AI Operations Coordinator: an office-based role that helps manage data, maintain AI systems, and make sure insights are flowing to the right people.
These hybrid roles will sit at the intersection of technology and field expertise. They won’t replace coordinators so much as re-spec the job around a new toolkit.
And crucially, collaboration doesn’t go away. If anything, it becomes more important. The outputs of these systems still need to be interpreted, debated, and acted on by teams.
Zooming out, Reza sees a broader cultural shift underway. A few pillars of that shift:
Data as a shared resource: Data sits at the center of the system, but humans remain central when it comes to mentorship, craftsmanship, and leadership.
Empowered teams: AI and analytics give teams improved visibility and context so they can make better decisions themselves rather than waiting for directives.
Continuous learning: As technology evolves, so must the organization’s skills, habits, and mental models. The companies that treat learning as a core capability will adapt best.
He describes construction as historically operating in a “command and control” model. In the hybrid future he imagines, the most successful companies will look a lot more like learning organizations.
The Hybrid Construction Company
When Reza evaluates technology, he doesn’t just ask, “Will this help us this quarter?”
He thinks in decades. “I’m not just looking for a solution that will solve my problem right now,” he said. “I’m thinking about the next ten years – what a successful construction company will look like.”
In his mind, that successful company is unmistakably hybrid: machine and human, system and person.
For a solution to be compelling over that horizon, it has to:
Integrate seamlessly with workflows and operations
Improve risk mitigation, resource allocation, and schedule reliability
Support efficiency and align with values like sustainability and community impact
Empower people to make better, data-informed decisions rather than constraining them
When you pull all of this together, you get a clear image of the “hybrid construction company” of the future: cloud-native and data-driven but still deeply people-centric, with AI embedded across estimating, scheduling, safety, and quality to sharpen judgment rather than replace it. New hybrid roles will emerge between the site and the system, robotics will take on more repetitive and hazardous work, and the culture will shift from command-and-control to continuous learning and empowerment.
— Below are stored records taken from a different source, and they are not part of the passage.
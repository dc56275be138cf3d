namespace Phaseward.Analyzers.Tests.Elaboration;

/// <summary>
/// Operators whose meaning a first reading of C# can miss, each design elaborated exactly as the compiled design runs it
/// (the oracle: the design compiled and run by .NET, <see cref="ParityTests"/>): <c>bool?</c>'s <c>&amp;</c> and
/// <c>|</c> are three-valued (C# specification, §12.13.5: <c>false &amp; null</c> is false, <c>true | null</c> is true),
/// two delegates are equal when they call the same method on the same target (§12.12.9, delegate equality), and a
/// deconstruction assignment fixes where each part goes before it evaluates the right side (§12.21.2, simple assignment;
/// the targets' receivers and indices left to right, then the value, then the stores).
/// </summary>
public class OperatorSemanticsTests
{
    [Theory]
    [InlineData("Operators.LiftedAndWithFalse")]
    [InlineData("Operators.LiftedOrWithTrue")]
    [InlineData("Operators.LiftedWithNullStaysNull")]
    [InlineData("Operators.MethodGroupsOfOneMethodAreEqual")]
    [InlineData("Operators.CombinedDelegatesCompareTheirLists")]
    [InlineData("Operators.UnsignedRightShift")]
    [InlineData("Operators.DeconstructionFixesIndicesFirst")]
    [InlineData("Operators.DeconstructionFixesReceiversFirst")]
    [InlineData("Operators.DeconstructionSwaps")]
    public void RunsAsAtRunTime(string design) => ParityTests.AssertParity(Designs, design);

    [Fact]
    public async System.Threading.Tasks.Task Two_delegates_from_one_lambda_are_PW9001()
    {
        // Equal in .NET when the lambda captures nothing it caches, or both come from one scope's closure object: not modelled.
        var source = InverterChainDesign.Source("Quarry", "", "", """
            System.Func<int> Make() => () => 2;
            var same = {|#0:Make() == Make()|};
            count = same ? 4 : 1;
            """);
        await new Verifiers.PhasewardAnalyzerTest<ElaborationAnalyzer>(source,
            InverterChainDesign.NotElaborated(0, "the equality of two delegates made from one lambda",
                "C# compares the objects their captured variables live in, which the elaborator does not model")).RunAsync();
        InverterChainDesign.AssertNoStage(source, "Quarry");
    }

    private static readonly InMemoryDesigns Designs = new(("/operators/Operators.cs", """
            using System;
            using Phaseward;

            namespace Operators
            {
                public abstract class Base : Design { protected void Chain(Circuit c, int n, string p) { var x = c.Input(p + "in"); for (var i = 0; i < n; i++) x = c.Inverter(x, p + i); c.Output(p + "out", x); } }
                public sealed class LiftedAndWithFalse : Base
                {
                    protected override void Describe(Circuit c)
                    {
                        bool? unknownLane = null;
                        var n = (unknownLane & false) == false ? 3 : 1;
                        n += (false & unknownLane) == false ? 2 : 0;
                        Chain(c, n, "la");
                    }
                }
                public sealed class LiftedOrWithTrue : Base
                {
                    protected override void Describe(Circuit c)
                    {
                        bool? unknownLane = null;
                        var n = (unknownLane | true) == true ? 3 : 1;
                        n += (true | unknownLane) is true ? 2 : 0;
                        Chain(c, n, "lo");
                    }
                }
                public sealed class LiftedWithNullStaysNull : Base
                {
                    protected override void Describe(Circuit c)
                    {
                        bool? unknownLane = null;
                        var n = (unknownLane & true) is null ? 3 : 1;
                        n += (unknownLane | false) is null ? 2 : 0;
                        n += (unknownLane ^ true) is null ? 4 : 0;
                        Chain(c, n, "ln");
                    }
                }
                public sealed class MethodGroupsOfOneMethodAreEqual : Base
                {
                    private int taps;
                    private void Tap() => taps++;
                    private static void Idle() { }
                    protected override void Describe(Circuit c)
                    {
                        Action first = Tap, second = Tap, other = Idle, again = Idle;
                        var n = (first == second ? 3 : 1) + (first != other ? 2 : 0) + (other == again ? 4 : 0);
                        Action? none = null;
                        n += none == null ? 1 : 0;
                        Chain(c, n, "mg");
                    }
                }
                public sealed class CombinedDelegatesCompareTheirLists : Base
                {
                    private void Tap() { }
                    private void Hold() { }
                    protected override void Describe(Circuit c)
                    {
                        Action both = Tap;
                        both += Hold;
                        Action same = Tap;
                        same += Hold;
                        Action reversed = Hold;
                        reversed += Tap;
                        Action single = Tap;
                        var n = (both == same ? 3 : 1) + (both == reversed ? 10 : 0) + (both == single ? 20 : 0);
                        Chain(c, n, "cd");
                    }
                }
                public sealed class UnsignedRightShift : Base
                {
                    // >>> shifts zeros in from the left whatever the sign (C# 11; C# specification, shift operators).
                    protected override void Describe(Circuit c)
                    {
                        var mask = -16;
                        long wide = -1L;
                        var shifts = 2;
                        var n = (mask >>> 28) + (int)(wide >>> 62) + (mask >> 30 == -1 ? 1 : 0) + (7 >>> 1) + (mask >>> shifts == 0x3FFFFFFC ? 2 : 0);
                        mask >>>= 30;
                        Chain(c, n + mask, "us");
                    }
                }
                public sealed class Cell { public int W = 1; }
                public sealed class DeconstructionFixesIndicesFirst : Base
                {
                    protected override void Describe(Circuit c)
                    {
                        var taps = new int[3];
                        var j = 0;
                        (j, taps[j]) = (2, 9);
                        Chain(c, taps[0] + taps[2] * 10 + j, "di");
                    }
                }
                public sealed class DeconstructionFixesReceiversFirst : Base
                {
                    protected override void Describe(Circuit c)
                    {
                        var first = new Cell();
                        var second = new Cell();
                        var current = first;
                        (current, current.W) = (second, 5);
                        Chain(c, first.W * 2 + second.W, "dr");
                    }
                }
                public sealed class DeconstructionSwaps : Base
                {
                    protected override void Describe(Circuit c)
                    {
                        var (low, high) = (4, 1);
                        (low, high) = (high, low);
                        var lanes = new[] { 1, 2, 3 };
                        (lanes[0], lanes[2]) = (lanes[2], lanes[0]);
                        Chain(c, low + high * 2 + lanes[0], "ds");
                    }
                }
            }
            """));
}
Reza’s message, in the end, is surprisingly human. For all the talk of models and robotics, the real work is still about how we help people make better decisions, do safer and higher-quality work, and build spaces that serve communities for decades.
When I think back to my parents and Steve huddled over binders and hand-drawn plans in our lawn, it’s clear how much of construction has always relied on humans navigating uncertainty together. That front-yard table looked nothing like Prism’s real-time dashboards or the AI-powered tools coming into the industry, but the spirit of the work – whether it’s for residential or commercial construction – is the same: people aligning, adjusting, making calls. The hybrid model that Reza describes where AI becomes a decision-support partner isn’t a break from that past. It’s an evolution of it. The tools have changed, but the foundation is the same.
“We’ve built our civilization around human interaction,” he said toward the end of our conversation. “Technology will get better and better, but the human foundation around experience and collaboration will remain.”